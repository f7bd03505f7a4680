import { randomUUID } from "node:crypto";
import { and, eq } from "drizzle-orm";
import { beforeAll, describe, expect, it } from "vitest";
import { auditLog, bookingReminders, bookings, emailOutbox, maintenanceBlocks } from "@/db/schema";
import { blockAircraft, removeBlock } from "@/lib/actions/bookings/block-aircraft";
import { createBooking } from "@/lib/actions/bookings/create-booking";
import { addAvailability } from "@/lib/actions/bookings/instructor-availability";
import { composeBookingReminders } from "@/lib/email/booking-reminders";
import { localTimeToInstant } from "@/lib/fleet/time";
import { EMPTY, clubBySlug, db, form, signInAs } from "./helpers";
import { ALL_GUARDS, localAt, planeId, seedScenario } from "./bookings-helpers";

// The schedule beside the bookings, against a real migrated SQLite file: maintenance blocks and
// instructor availability refuse bookings over them through the one booking path, a weekly
// booking lists each week booked or refused and lands once, and the day-before reminder is queued
// once per booking through the outbox.

const SLUG = "reedwater";
const count = (aircraftId: string) => db().select().from(bookings).where(eq(bookings.aircraftId, aircraftId)).all().length;

describe("the schedule beside the bookings", () => {
  // The whole demo scenario is seeded once; on a loaded machine that takes longer than the default hook time.
  beforeAll(async () => {
    await seedScenario();
  }, 120_000);

  it("maintenance blocks an aircraft; a booking over the block is refused with the block's reason, nothing written", async () => {
    const club = clubBySlug(SLUG);
    const plane = planeId(SLUG, "N0556L");
    signInAs("member@hangarline.test");
    const refusedRole = await blockAircraft(EMPTY, form({ club: SLUG, aircraftId: plane, startsAt: localAt(club, 30, "08:00"), endsAt: localAt(club, 30, "17:00"), reason: "100-hour inspection" }));
    expect(refusedRole.ok).toBe(false);
    expect(db().select().from(maintenanceBlocks).all()).toHaveLength(0);

    signInAs("maintenance@hangarline.test");
    const made = await blockAircraft(EMPTY, form({ club: SLUG, aircraftId: plane, startsAt: localAt(club, 30, "08:00"), endsAt: localAt(club, 30, "17:00"), reason: "100-hour inspection" }));
    expect(made, made.message).toMatchObject({ ok: true });
    expect(made.message).toContain("N0556L blocked for maintenance");

    signInAs("member@hangarline.test");
    const before = count(plane);
    const over = await createBooking(EMPTY, form({ club: SLUG, aircraftId: plane, startsAt: localAt(club, 30, "16:00"), endsAt: localAt(club, 30, "18:00"), acceptedGuards: ALL_GUARDS }));
    expect(over.ok).toBe(false);
    expect(over.message).toMatch(/^Not booked: N0556L is blocked for maintenance from .* 08:00 to .* 17:00: 100-hour inspection\./);
    expect(over.fieldErrors.startsAt?.[0]).toContain("100-hour inspection");
    expect(count(plane)).toBe(before);

    // The minute the block ends the aircraft is free again (half-open windows).
    const after = await createBooking(EMPTY, form({ club: SLUG, aircraftId: plane, startsAt: localAt(club, 30, "17:00"), endsAt: localAt(club, 30, "18:00"), acceptedGuards: ALL_GUARDS }));
    expect(after, after.message).toMatchObject({ ok: true });
  });

  it("a removed block no longer refuses; removing needs the maintenance permission", async () => {
    const club = clubBySlug(SLUG);
    const plane = planeId(SLUG, "N0556L");
    signInAs("maintenance@hangarline.test");
    const made = await blockAircraft(EMPTY, form({ club: SLUG, aircraftId: plane, startsAt: localAt(club, 31, "08:00"), endsAt: localAt(club, 31, "12:00"), reason: "Avionics repair" }));
    const blockId = (made.data as { blockId: string }).blockId;
    signInAs("member@hangarline.test");
    expect((await removeBlock(EMPTY, form({ club: SLUG, blockId }))).ok).toBe(false);
    signInAs("maintenance@hangarline.test");
    expect(await removeBlock(EMPTY, form({ club: SLUG, blockId }))).toMatchObject({ ok: true });
    signInAs("member@hangarline.test");
    const booked = await createBooking(EMPTY, form({ club: SLUG, aircraftId: plane, startsAt: localAt(club, 31, "09:00"), endsAt: localAt(club, 31, "10:00"), acceptedGuards: ALL_GUARDS }));
    expect(booked, booked.message).toMatchObject({ ok: true });
  });

  it("an instructor who keeps available times is bookable only inside them, and not twice at once", async () => {
    const club = clubBySlug(SLUG);
    const instructor = signInAs("instructor@hangarline.test")!;
    const saved = await addAvailability(EMPTY, form({ club: SLUG, startsAt: localAt(club, 33, "09:00"), endsAt: localAt(club, 33, "12:00") }));
    expect(saved, saved.message).toMatchObject({ ok: true });

    signInAs("student@hangarline.test");
    const plane = planeId(SLUG, "N0527L");
    const outside = await createBooking(EMPTY, form({ club: SLUG, aircraftId: plane, instructorId: instructor.id, startsAt: localAt(club, 33, "11:00"), endsAt: localAt(club, 33, "13:00"), acceptedGuards: ALL_GUARDS }));
    expect(outside.ok).toBe(false);
    expect(outside.fieldErrors.instructorId?.[0]).toMatch(/^Imani Ostrowski is not available for the whole of .* 11:00 to .* 13:00\. Available then only .* 09:00 to .* 12:00\./);
    const inside = await createBooking(EMPTY, form({ club: SLUG, aircraftId: plane, instructorId: instructor.id, startsAt: localAt(club, 33, "09:30"), endsAt: localAt(club, 33, "11:30"), acceptedGuards: ALL_GUARDS }));
    expect(inside, inside.message).toMatchObject({ ok: true });

    signInAs("pilot2@hangarline.test");
    const twice = await createBooking(EMPTY, form({ club: SLUG, aircraftId: planeId(SLUG, "N0556L"), instructorId: instructor.id, startsAt: localAt(club, 33, "10:00"), endsAt: localAt(club, 33, "11:00"), acceptedGuards: ALL_GUARDS }));
    expect(twice.ok).toBe(false);
    expect(twice.message).toContain("The instructor is already booked");
  });

  it("a member cannot keep available times (instructors only)", async () => {
    const club = clubBySlug(SLUG);
    signInAs("member@hangarline.test");
    const r = await addAvailability(EMPTY, form({ club: SLUG, startsAt: localAt(club, 34, "09:00"), endsAt: localAt(club, 34, "12:00") }));
    expect(r.ok).toBe(false);
  });

  it("a weekly booking: each week through the same guard, the refused week named with its reason, and it lands once", async () => {
    const club = clubBySlug(SLUG);
    const plane = planeId(SLUG, "N0556L");
    signInAs("maintenance@hangarline.test");
    await blockAircraft(EMPTY, form({ club: SLUG, aircraftId: plane, startsAt: localAt(club, 50, "07:00"), endsAt: localAt(club, 50, "20:00"), reason: "Annual inspection" }));
    signInAs("member@hangarline.test");
    const before = count(plane);
    const fields = { club: SLUG, aircraftId: plane, startsAt: localAt(club, 36, "14:00"), endsAt: localAt(club, 36, "16:00"), repeatWeeks: "4", acceptedGuards: ALL_GUARDS, idempotencyKey: randomUUID() };
    const first = await createBooking(EMPTY, form(fields));
    expect(first, first.message).toMatchObject({ ok: true });
    const data = first.data as { booked: { startsAt: string }[]; refused: { startsAt: string; reason: string }[] };
    expect(data.booked.map((b) => b.startsAt)).toEqual([localAt(club, 36, "14:00"), localAt(club, 43, "14:00"), localAt(club, 57, "14:00")]);
    expect(data.refused).toHaveLength(1);
    expect(data.refused[0]!.startsAt).toBe(localAt(club, 50, "14:00"));
    expect(data.refused[0]!.reason).toContain("blocked for maintenance");
    expect(first.message).toMatch(/^N0556L booked 3 of 4 weeks: .* Not booked: .*Annual inspection/);
    expect(count(plane)).toBe(before + 3);

    const again = await createBooking(EMPTY, form(fields));
    expect(again).toEqual(first);
    expect(count(plane)).toBe(before + 3);
    const audits = db().select().from(auditLog).where(eq(auditLog.action, "booking.create")).all().filter((a) => (a.after as { weekly?: number } | null)?.weekly === 4);
    expect(audits).toHaveLength(3);
  });

  it("a weekly booking with every week refused writes nothing and says why", async () => {
    const club = clubBySlug(SLUG);
    const plane = planeId(SLUG, "N0556L");
    signInAs("member@hangarline.test");
    const before = count(plane);
    // Week one is already booked (the weekly booking above), week two is blocked.
    const r = await createBooking(EMPTY, form({ club: SLUG, aircraftId: plane, startsAt: localAt(club, 43, "14:00"), endsAt: localAt(club, 43, "16:00"), repeatWeeks: "2", acceptedGuards: ALL_GUARDS }));
    expect(r.ok).toBe(false);
    expect(r.message).toMatch(/^Nothing booked: none of the 2 weeks is free\./);
    expect(r.message).toContain("N0556L is already booked");
    expect(r.message).toContain("Annual inspection");
    expect(count(plane)).toBe(before);
  });

  it("the day-before reminder is queued once per booking, in the club's time zone, to the member and the instructor", () => {
    const club = clubBySlug(SLUG);
    const booking = db().select().from(bookings).where(and(eq(bookings.status, "reserved"), eq(bookings.startsAt, localTimeToInstant(localAt(club, 33, "09:30"), club.timeZone)))).get()!;
    expect(booking.instructorId).not.toBeNull();
    // 10:00 club time on the day before the booking.
    const dayBefore = localAt(club, 32, "10:00");
    const now = localTimeToInstant(dayBefore, club.timeZone);
    const first = composeBookingReminders(db(), now);
    expect(first.bookings).toBeGreaterThanOrEqual(1);
    const rows = db().select().from(emailOutbox).where(eq(emailOutbox.template, "booking-reminder")).all().filter((m) => (m.payload as { url: string }).url.endsWith(`/bookings/${booking.id}`));
    expect(rows.map((r) => r.toAddress).sort()).toEqual(["instructor@hangarline.test", "student@hangarline.test"]);
    expect(rows.find((r) => r.toAddress === "student@hangarline.test")!.subject).toBe("Tomorrow: N0527L at 09:30");
    expect(db().select().from(bookingReminders).where(eq(bookingReminders.bookingId, booking.id)).all()).toHaveLength(1);

    const second = composeBookingReminders(db(), new Date(now.getTime() + 3_600_000));
    expect(second).toEqual({ bookings: 0, messages: 0 });
  });
});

Exercise directions:
Give back, unchanged, the run of lines in the listing above that begins at the line containing "await seedScenario();" and ends at the line containing "const after = await", both included.

Solution for this problem:
    await seedScenario();
  }, 120_000);

  it("maintenance blocks an aircraft; a booking over the block is refused with the block's reason, nothing written", async () => {
    const club = clubBySlug(SLUG);
    const plane = planeId(SLUG, "N0556L");
    signInAs("member@hangarline.test");
    const refusedRole = await blockAircraft(EMPTY, form({ club: SLUG, aircraftId: plane, startsAt: localAt(club, 30, "08:00"), endsAt: localAt(club, 30, "17:00"), reason: "100-hour inspection" }));
    expect(refusedRole.ok).toBe(false);
    expect(db().select().from(maintenanceBlocks).all()).toHaveLength(0);

    signInAs("maintenance@hangarline.test");
    const made = await blockAircraft(EMPTY, form({ club: SLUG, aircraftId: plane, startsAt: localAt(club, 30, "08:00"), endsAt: localAt(club, 30, "17:00"), reason: "100-hour inspection" }));
    expect(made, made.message).toMatchObject({ ok: true });
    expect(made.message).toContain("N0556L blocked for maintenance");

    signInAs("member@hangarline.test");
    const before = count(plane);
    const over = await createBooking(EMPTY, form({ club: SLUG, aircraftId: plane, startsAt: localAt(club, 30, "16:00"), endsAt: localAt(club, 30, "18:00"), acceptedGuards: ALL_GUARDS }));
    expect(over.ok).toBe(false);
    expect(over.message).toMatch(/^Not booked: N0556L is blocked for maintenance from .* 08:00 to .* 17:00: 100-hour inspection\./);
    expect(over.fieldErrors.startsAt?.[0]).toContain("100-hour inspection");
    expect(count(plane)).toBe(before);

    // The minute the block ends the aircraft is free again (half-open windows).
    const after = await createBooking(EMPTY, form({ club: SLUG, aircraftId: plane, startsAt: localAt(club, 30, "17:00"), endsAt: localAt(club, 30, "18:00"), acceptedGuards: ALL_GUARDS }));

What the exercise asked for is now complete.